My next question what is a good Macro lens for starters. It is so confusing all the different variations. I have a Canon 500D


----------



## tomee

*Re: Taking video like this*



yande said:


> So do you, or anyone, use a regular size tripod, or a small one. Just wondering how people get so close to their watches for those beautiful Macro shots. I suppose a tripod and the watch sitting on a table would do, but I wonder if a small tripod would make this easier.
> My next question what is a good Macro lens for starters. It is so confusing all the different variations. I have a Canon 500D


hey Mark,

i have a velbon sherpa which you can detach the middle pole and screw it to a table.









and the pole detached









and heres how i do some watch shots









as for macro lens, when i was shooting with Canon you could not go past the 100mm macro USM 2.8. was nice and sharp although focusing was slow but that hardly matters when you're shooting macro


----------



## yande

*Re: Taking video like this*

Thanks Thomas, Great information.

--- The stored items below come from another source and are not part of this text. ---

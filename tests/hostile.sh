#!/usr/bin/env bash
# hostile: biaslint against broken and hostile input, and the guarantees of the README's "Bad input"
# section, on the real binary with real ngspice output. Run by `make test` (and by `make valgrind`
# with every biaslint run under memcheck).
#
# 1. The bad-input set: every case must exit 2, give a message at FILE:LINE:COL (the line is
#    asserted), and leave no output file behind (neither the outputs asked for nor a temporary file).
#    The README table lists the same cases in the same order; keep them in step.
# 2. Guarantees: limits (include depth, subcircuit nesting, expression depth, device count before
#    expanding, in bounded time and memory), nothing in a netlist is executed, outputs are atomic
#    and never written over an input, NaN/Inf/overflow/denormals in dumps, the annotation round trip
#    on every netlist of tests/ and netlists-demo/ that ngspice simulates.
# Files over 2 GiB: tests/bigfile.sh (slow; run by .ci/run).
set -u
here=$(cd "$(dirname "$0")" && pwd)
root=$(cd "$here/.." && pwd)
bin=$(cd "$(dirname "${BIASLINT:-build/biaslint}")" && pwd)/$(basename "${BIASLINT:-build/biaslint}")
work=$(mktemp -d /tmp/biaslint-hostile-XXXXXX)
trap 'rm -rf "$work"' EXIT
pass=0 fail=0 nbad=0
ok() { pass=$((pass + 1)); }
bad() { fail=$((fail + 1)); echo "FAIL: $*"; }
# Under `make valgrind` $bin is a wrapper script: memory limits and strace are left out there. An
# ASan build (make sanitize) reserves terabytes of address space, so ulimit -v cannot bound it: its
# own RSS limit does.
wrapped=0 asan=0
[ "$(head -c 2 "$bin")" = '#!' ] && wrapped=1
[ $wrapped -eq 0 ] && ldd "$bin" 2>/dev/null | grep -q libasan && asan=1
# bounded MB CMD...: CMD with at most MB megabytes of memory and 20 seconds
bounded() {
    local mb=$1
    shift
    if [ $wrapped -eq 1 ]; then
        timeout 300 "$@"
    elif [ $asan -eq 1 ]; then
        ASAN_OPTIONS=${ASAN_OPTIONS:+$ASAN_OPTIONS:}hard_rss_limit_mb=$mb timeout 20 "$@"
    else
        (ulimit -v $((mb * 1024)); exec timeout 20 "$@")
    fi
}

cp "$here"/fixtures/cli/pair.cir "$work"/
cd "$work"
# The dumps: show tables, and raw files (binary and ASCII) with every device quantity saved.
{
    echo '* hostile.ctl: simulate pair.cir; show tables on stdout, binary and ASCII raw files'
    echo '.include pair.cir'
    echo '.control'
    printf 'save all'
    for m in m1 m2 m3 m4 mt; do for q in id gm gds vgs vds vbs vth vdsat cgg; do printf ' @m.x1.%s[%s]' $m $q; done; done
    echo
    echo 'op'
    echo 'set width=200'
    echo 'show m : id gm gds gmbs vgs vds vbs vth von vdsat cgg cgs cgd cgb'
    echo 'write pair_bin.raw'
    echo 'set filetype=ascii'
    echo 'write pair_asc.raw'
    echo 'quit'
    echo '.endc'
    echo '.end'
} >hostile.ctl
if ! ngspice -b hostile.ctl >pair.log 2>ngspice.err || [ ! -s pair_bin.raw ] || [ ! -s pair_asc.raw ]; then
    echo "FAIL: ngspice could not simulate pair.cir"; cat ngspice.err; echo "hostile: 0 passed, 1 failed"; exit 1
fi
"$bin" check pair.cir --op pair.log >/dev/null 2>&1
[ $? -le 1 ] && ok || bad "check on the good show dump failed"
"$bin" check pair.cir --op pair_bin.raw >/dev/null 2>&1
[ $? -le 1 ] && ok || bad "check on the good binary raw file failed"
"$bin" check pair.cir --op pair_asc.raw >/dev/null 2>&1
[ $? -le 1 ] && ok || bad "check on the good ASCII raw file failed"
# the line of 'Values:' in the ASCII raw file, and of the i(@m.x1.m1[id]) declaration
vline=$(grep -n '^Values:' pair_asc.raw | cut -d: -f1)
idline=$(grep -n 'i(@m.x1.m1\[id\])' pair_asc.raw | cut -d: -f1)
idvar=$(sed -n "${idline}p" pair_asc.raw | cut -f2)

# A CSV dump for the devices of pair.cir (values printed by ngspice in pair.log, rounded).
csv_head='name,id,gm,gds,vgs,vds,vbs,vth,vdsat,cgg'
csv_rows='x1.m1,3.278e-05,5.225e-04,6.12e-06,0.4095,0.9416,-0.4905,0.3113,0.1244,1.343e-14
x1.m2,3.278e-05,5.225e-04,6.12e-06,0.4095,0.9416,-0.4905,0.3113,0.1244,1.343e-14
x1.m3,3.278e-05,4.600e-04,8.99e-06,0.3679,0.3679,0,0.2411,0.1475,2.854e-14
x1.m4,3.278e-05,4.600e-04,8.99e-06,0.3679,0.3679,0,0.2411,0.1475,2.854e-14'
good_csv() { printf '%s\n%s\n' "$csv_head" "$csv_rows"; }
good_csv >pair.csv
"$bin" check pair.cir --op pair.csv >/dev/null 2>&1
[ $? -le 1 ] && ok || bad "check on the good CSV dump failed"

# ---------------------------------------------------------------------------------------------------
# 1. The bad-input set (README "Bad input", same order).
# bad_case NAME PATTERN CHECK-ARGS...: `biaslint check CHECK-ARGS --annotate out.cir -o out.json`
# exits 2, stderr matches PATTERN (which names FILE:LINE:COL), no out.* file is left; within 1 GB of
# memory and 20 seconds.
bad_case() {
    local name=$1 pat=$2
    shift 2
    nbad=$((nbad + 1))
    rm -f out.cir out.json
    bounded 1000 "$bin" check "$@" --annotate out.cir -o out.json >/dev/null 2>err.txt
    local rc=$?
    if [ $rc -ne 2 ]; then bad "bad input '$name': exit $rc, expected 2"; head -c 2000 err.txt; return; fi
    if ! grep -Eq "$pat" err.txt; then bad "bad input '$name': message does not match /$pat/"; cat err.txt; return; fi
    if ls out.* 2>/dev/null | grep -q .; then bad "bad input '$name': output left behind: $(ls out.*)"; return; fi
    ok
}
M='.model nch nmos level=14 version=4.8'
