static void test_warnings(void **state)
{
    (void)state;
    char *path = TU_TMPFILE("warn.sp", "* warnings\n"
                                       "+ orphan\n"
                                       "m1 d g s b nomodel\n"
                                       ".subckt s a params: p=1\n"
                                       ".ends t\n"
                                       "x1 n s q=2\n"
                                       "@ what\n"
                                       ".model dd d\n"
                                       "m2 d g s b dd\n"
                                       ".param a = 1 + 2\n"
                                       ".endc\n");
    assert_non_null(path);
    assert_int_equal(load(path, NULL), ERR_OK);
    assert_int_equal(d.nerrors, 0);
    const Diag *g;
    g = find_diag(DIAG_WARNING, "continuation line with no card before it");
    assert_int_equal(g->loc.line, 2);
    g = find_diag(DIAG_WARNING, "model 'nomodel' is not defined: m1 is kept with an unknown type");
    assert_int_equal(g->loc.line, 3);
    assert_int_equal(g->loc.col, 12);
    assert_int_equal(dev("m1")->type, MOS_UNKNOWN);
    assert_null(dev("m1")->mdl);
    g = find_diag(DIAG_WARNING, "this .ends names 't' but closes subcircuit 's'");
    assert_int_equal(g->loc.col, 7);
    g = find_diag(DIAG_WARNING, "'q' is not a parameter of subcircuit 's' and is ignored");
    assert_int_equal(g->loc.line, 6);
    assert_int_equal(g->loc.col, 8);
    g = find_diag(DIAG_WARNING, "not a SPICE card");
    assert_int_equal(g->loc.line, 7);
    g = find_diag(DIAG_WARNING, "model 'dd' is a d model, not nmos or pmos");
    assert_int_equal(g->loc.line, 9);
    g = find_diag(DIAG_WARNING, "'+' is not part of any value and is ignored");
    assert_int_equal(g->loc.line, 10);
    assert_int_equal(g->loc.col, 14);
    find_diag(DIAG_WARNING, ".endc without .control");
    done();
    free(path);
}

/* A .lib call of the top file itself: its cards stay anchored after themselves; a file included from
 * inside the section is anchored after that .include line of the top file. */
static void test_self_lib(void **state)
{
    (void)state;
    char *inc = TU_TMPFILE("selfinc.inc", "m2 d g s b n\n");
    char *path = TU_TMPFILE("selflib.sp", "* self lib\n"
                                          ".model n nmos\n"
                                          ".lib 'selflib.sp' sec\n"
                                          ".lib sec\n"
                                          "m1 d g s b n\n"
                                          ".include selfinc.inc\n"
                                          ".endl\n");
    assert_non_null(inc);
    assert_non_null(path);
    assert_int_equal(load(path, NULL), ERR_OK);
    assert_int_equal(ds.ncards, 2);
    assert_int_equal(ds.cards[0].file, 0);
    assert_int_equal(ds.cards[0].line, 5);
    assert_int_equal(ds.cards[0].anchor_end, ds.cards[0].end);
    assert_int_equal(ds.cards[1].file, 1);
    const char *top = ds.files.files[0]->text;
    assert_int_equal(ds.cards[1].anchor_end, (size_t)(strstr(top, ".endl") - top));
    assert_int_equal(ds.ndevs, 2);
    done();
    free(inc);
    free(path);
}

/* ---- errors: status, line, column, message ---- */

typedef struct {
    const char *name;
    const char *text;
    unsigned line, col;
    const char *msg;
} ErrRow;

static const ErrRow err_rows[] = {
    {"undefined subcircuit", "* t\nx1 a b nosuch\n", 2, 8, "undefined subcircuit 'nosuch'"},
    {"undefined parameter", "* t\n.model n nmos level=1\nm1 d g s b n w={2*wx}\n", 3, 19, "undefined parameter 'wx'"},
    {"undefined parameter in .param", "* t\n.param a={b+1}\n", 2, 11, "undefined parameter 'b'"},
    {"undefined parameter in a subcircuit default", "* t\n.subckt s a params: p={q}\n.ends\nx1 n s\n", 2, 24,
     "undefined parameter 'q'"},
    {"M with 3 nodes", "* t\n.model n nmos\nm1 d g s n\n", 3, 1, "m1: a MOSFET needs 4 nodes"},
    {"M without a model", "* t\nm1 d g s b w=1u\n", 2, 1, "found 4 names"},
    {"M with 5 nodes", "* t\n.model n nmos\nm1 d g s b e n w=1u\n", 3, 14, "unexpected 'n' after the model name"},
    {"X node count", "* t\n.subckt s a b\n.ends\nx1 n1 s\n", 4, 1, "x1 has 1 node but subcircuit 's' has 2 ports"},
    {"X without a subcircuit name", "* t\nx1 w=1\n", 2, 1, "x1: the subcircuit name is missing"},
    {"subcircuit instantiating itself", "* t\n.subckt s a\nx1 a s\n.ends\nx0 n s\n", 3, 6,
     "subcircuit 's' instantiates itself: s -> s"},
    {"recursion through another", "* t\n.subckt a p\nxb p b\n.ends\n.subckt b p\nxa p a\n.ends\nx0 n a\n", 6, 6,
     "subcircuit 'a' instantiates itself: a -> b -> a"},
    {".subckt without .ends", "* t\n.subckt s a\nr1 a 0 1\n", 2, 1, ".subckt s has no .ends"},
    {".ends without .subckt", "* t\nr1 a 0 1\n.ends\n", 3, 1, ".ends without .subckt"},
    {"bad number", "* t\n.model n nmos\nm1 d g s b n w=1..2u\n", 3, 18, "unexpected '.' after the end of the expression"},
    {"bad expression", "* t\n.model n nmos\nm1 d g s b n w={1+}\n", 3, 19, "the expression ends where a value is expected"},
    {"number out of range", "* t\n.model n nmos\nm1 d g s b n w=1e999\n", 3, 16, "this number is out of range"},
    {"unclosed brace", "* t\n.param a={1+2\n", 2, 10, "this '{' is not closed"},
    {"value missing", "* t\n.model n nmos\nm1 d g s b n w= \n", 3, 17, "a value is missing here"},
    {"unterminated .control", "* t\n.control\nop\n", 2, 1, ".control has no .endc"},
    {"unterminated .lib section", "* t\n.lib tt\n.param a=1\n", 2, 1, "section 'tt' has no .endl"},
    {".endl without .lib", "* t\n.endl\n", 2, 1, ".endl without .lib"},
    {"missing include", "* t\n.include 'nothere.inc'\n", 2, 11, "cannot open"},
    {"unclosed quote", "* t\n.include 'nothere.inc\n", 2, 10, "this quote is not closed"},
    {"parameter cycle", "* t\n.param a={b*2} b={a+1}\n", 2, 19, "parameter 'a' depends on itself"},
    {"duplicate instance name", "* t\n.model n nmos\nm1 d g s b n\nM1 d g s b n\n", 4, 1,
     "instance name 'm1' is used twice (first on line 3)"},
    {"duplicate X name in a subcircuit", "* t\n.subckt s a\nx1 a t\n  X1 a t\n.ends\n.subckt t a\n.ends\nx0 n s\n", 4, 3,
     "instance name 'x1' is used twice (first on line 3) in subcircuit s"},
    {"division by zero", "* t\n.model n nmos\nm1 d g s b n w={1u/0}\n", 3, 19, "not a finite number"},
    {"function in .param", "* t\n.param f(x)=x*2\n", 2, 8, "write it as .func"},
    {".func without parameters", "* t\n.func f {1}\n", 2, 7, ".func needs a name and a parameter list"},
    {"wrong argument count of a .func", "* t\n.func f(x) {x*2}\n.param a={f(1,2)}\n", 3, 11,
     "function 'f' is called with the wrong number of arguments"},
    {"'=' without a name", "* t\n.param =3\n", 2, 8, "'=' without a parameter name"},
    {"subcircuit default without a value", "* t\n.subckt s a p\n.ends\n", 0, 0, NULL}, /* p is a port: fine */
};

static void test_errors(void **state)
{
    (void)state;
    int bad = 0;
    for (size_t i = 0; i < sizeof err_rows / sizeof err_rows[0]; i++) {
        const ErrRow *r = &err_rows[i];
        char name[32];
        snprintf(name, sizeof name, "err%zu.sp", i);
        char *path = tu_tmpfile(name, r->text, strlen(r->text));
        assert_non_null(path);
        int rc = load(path, NULL);
        if (!r->msg) {
            if (rc != ERR_OK) {
                print_error("row '%s': unexpected failure\n", r->name);
                diag_print(&d, stderr, 0, DIAG_NOTE);
                bad++;
            }
            done();
            free(path);
            continue;
        }
        const Diag *hit = NULL;
        for (size_t k = 0; k < d.n && !hit; k++)
            if (d.items[k].sev == DIAG_ERROR && strstr(d.items[k].msg, r->msg))
                hit = &d.items[k];
        if (rc != ERR_INPUT || ds.ndevs || ds.files.n || !hit || hit->loc.line != r->line || hit->loc.col != r->col ||
            strcmp(basename_of(hit->loc.file), name) != 0) {
            print_error("row '%s': rc %d, want %u:%u '%s'; got:\n", r->name, rc, r->line, r->col, r->msg);
            diag_print(&d, stderr, 0, DIAG_NOTE);
            bad++;
        }
        done();
        free(path);
    }
    assert_int_equal(bad, 0);
}

/* One run lists every error, in reading order, and goes on past each. */
static void test_recovery(void **state)
{
    (void)state;
    char *path = TU_TMPFILE("many.sp", "* many errors\n"
                                       ".model n nmos\n"
                                       "m1 d g s n\n"
                                       "m2 d g s b n w={1+}\n"
                                       "x1 a b nosuch\n"
                                       "m3 d g s b n w={zz}\n"
                                       "m4 d g s b n w=1u l=1u\n");
    assert_non_null(path);
    assert_int_equal(load(path, NULL), ERR_INPUT);
    assert_int_equal(d.nerrors, 4);
    assert_int_equal(d.items[0].loc.line, 3);
    assert_int_equal(d.items[1].loc.line, 4);
    assert_int_equal(d.items[2].loc.line, 5);
    assert_int_equal(d.items[3].loc.line, 6);
    assert_non_null(d.items[0].excerpt);
    assert_string_equal(d.items[1].excerpt, "m2 d g s b n w={1+}");
    assert_int_equal(ds.ndevs, 0); /* the Design is freed on error */
    assert_null(ds.devs);
    done();
    free(path);
}

static void test_file_errors(void **state)
{
    (void)state;
    /* include cycle: reported at the line that closes it */
    assert_int_equal(load("fixtures/netlist/cycle_top.sp", NULL), ERR_INPUT);
    const Diag *g = find_diag(DIAG_ERROR, "includes itself (an include cycle)");
    assert_string_equal(basename_of(g->loc.file), "cycle_b.inc");
    assert_int_equal(g->loc.line, 2);
    assert_int_equal(g->loc.col, 10);
    done();
    /* include depth */
    NlOptions o = {0, 2, 0};
    assert_int_equal(load("fixtures/netlist/deep_top.sp", &o), ERR_INPUT);
    g = find_diag(DIAG_ERROR, "files are included more than 2 levels deep");
    assert_string_equal(basename_of(g->loc.file), "deep2.inc");
    assert_int_equal(g->loc.line, 2);
    done();
    assert_int_equal(load("fixtures/netlist/deep_top.sp", NULL), ERR_OK);
    done();
    /* .lib: a missing section, a missing file, a section without .endl */
    assert_int_equal(load("fixtures/netlist/libcall_errors.sp", NULL), ERR_INPUT);
    g = find_diag(DIAG_ERROR, "there is no section 'ss' in");
    assert_int_equal(g->loc.line, 2);
    assert_int_equal(g->loc.col, 24);
    g = find_diag(DIAG_ERROR, "cannot open");
    assert_int_equal(g->loc.line, 3);
    assert_int_equal(g->loc.col, 7);
    g = find_diag(DIAG_ERROR, "section 'tt' has no .endl");
    assert_string_equal(basename_of(g->loc.file), "open.lib");
    assert_int_equal(g->loc.line, 2);
    assert_int_equal(d.nerrors, 3);
    done();
    /* the top file missing */
    assert_int_equal(load("fixtures/netlist/nothere.sp", NULL), ERR_IO);
    find_diag(DIAG_ERROR, "cannot open");
    done();
}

I have seen your end results and I'm pretty sure that is the route I will take. The Canon lens is perhaps not the cheapest route I could take, but I think it will negate some disappointment in the mean time as ultimately that lens is where I would end up any ways. Your tripod attachment makes a lot of sense.
Once again.. thanks
regards


----------



## ipolit

I am using russian M42 lenses with M42-EOS adaptor and macro rings. You can search ebay for old macro lenses which usually cost 30-100 USD. There are adaptors available for lenses from Olympus OM, M42, nikon ... so for 100 USD you can have good macro kit. The quality of the tripod is important for outdoor shots, since the cheap ones can fall with your camera, but for inside photos the cheapest tripod is good enough.


----------



## Rambam

My setup looks like this










I find that a dedicated macro lens is very nice for watch photogrpahy and use a Nikon 60mm F2.8 
Not gonna help you much though since you`ve got a canon, but maybe look into the Tamron 90mm, I hear nothing but good things about it.


----------



## yande

Thanks Rambam, I've been a fan of your photography skills ever since I saw them. Thanks for the heads up. Spotted one a Tamron on EBay, reason for selling was due to upgrade, I then noted that he recently bought a Canon 100mm USM 2.8! I am still open to watching how the Tamron plays out. About half the price of a Canon.
regards
EDIT- Wow, just checked out your Flickr portfolio. Beautiful, absolutely beautiful shots. Very inspirational and motivational.


----------



## DragonDan

I use a Benro travel angel, because that's what I have. Here's a quick shot of my completely professional, totally immaculate workspace - otherwise known as my garage workbench...


----------



## yande

DragonDan, thanks mate for the insight to your studio. I love it. (I love sheds, garages, especially peeks into other peoples. It is amazing how revealing a garage can be as to the the man that owns it. Nice vice by the way.) 
You have no idea of how such a pic gives me hope and inspiration. It's the nuts and bolts enthusiast setups that I am interested in, not the professional, multi thousand dollars ones. 
Thanks to Tomee's example and my own initiative, I have picked myself up a nice 2nd. hand 100mm macro USM 2.8, which is a great duel use lens (macro and portrait) and a nice compact Velbon tripod that fits with my coffee table arrangement cum studio...  I am interested in the camera mount that is attached to the "travel angel" The ones I had a look at on the net didn't come with that sort of mount.
I would love to see any other non professional set ups if you wish to share your secrets. Garage pics encouraged.
Thanks everyone for your assistance, it has and is, highly appreciated.
Mark


----------



## DragonDan

That is called a macro rail. It's used to micro-adjust the forward/ back position of the camera. Much easier than moving the whole tripod around. There are professional versions, although I found this one on the 'bay from a dude with a milling machine. I cannot find his name, but he is pretty prolific - I'm sure you'll come across him. The price was pretty reasonable.
Good luck!
PS: post photos of your progress!


----------



## Johninperth

I use a manfrotto for my day to day photography, but i have recently purchased a SLR gorilla pod and love it!
Its so versatile, especially for the odd shots when you are shooting yourself


----------



## Euterpe

I use a Gitzo 6X Carbon tripod since a while, but I'm not satisfied by the head ball, I'm looking for a new one more confortable with quick release and lightweight.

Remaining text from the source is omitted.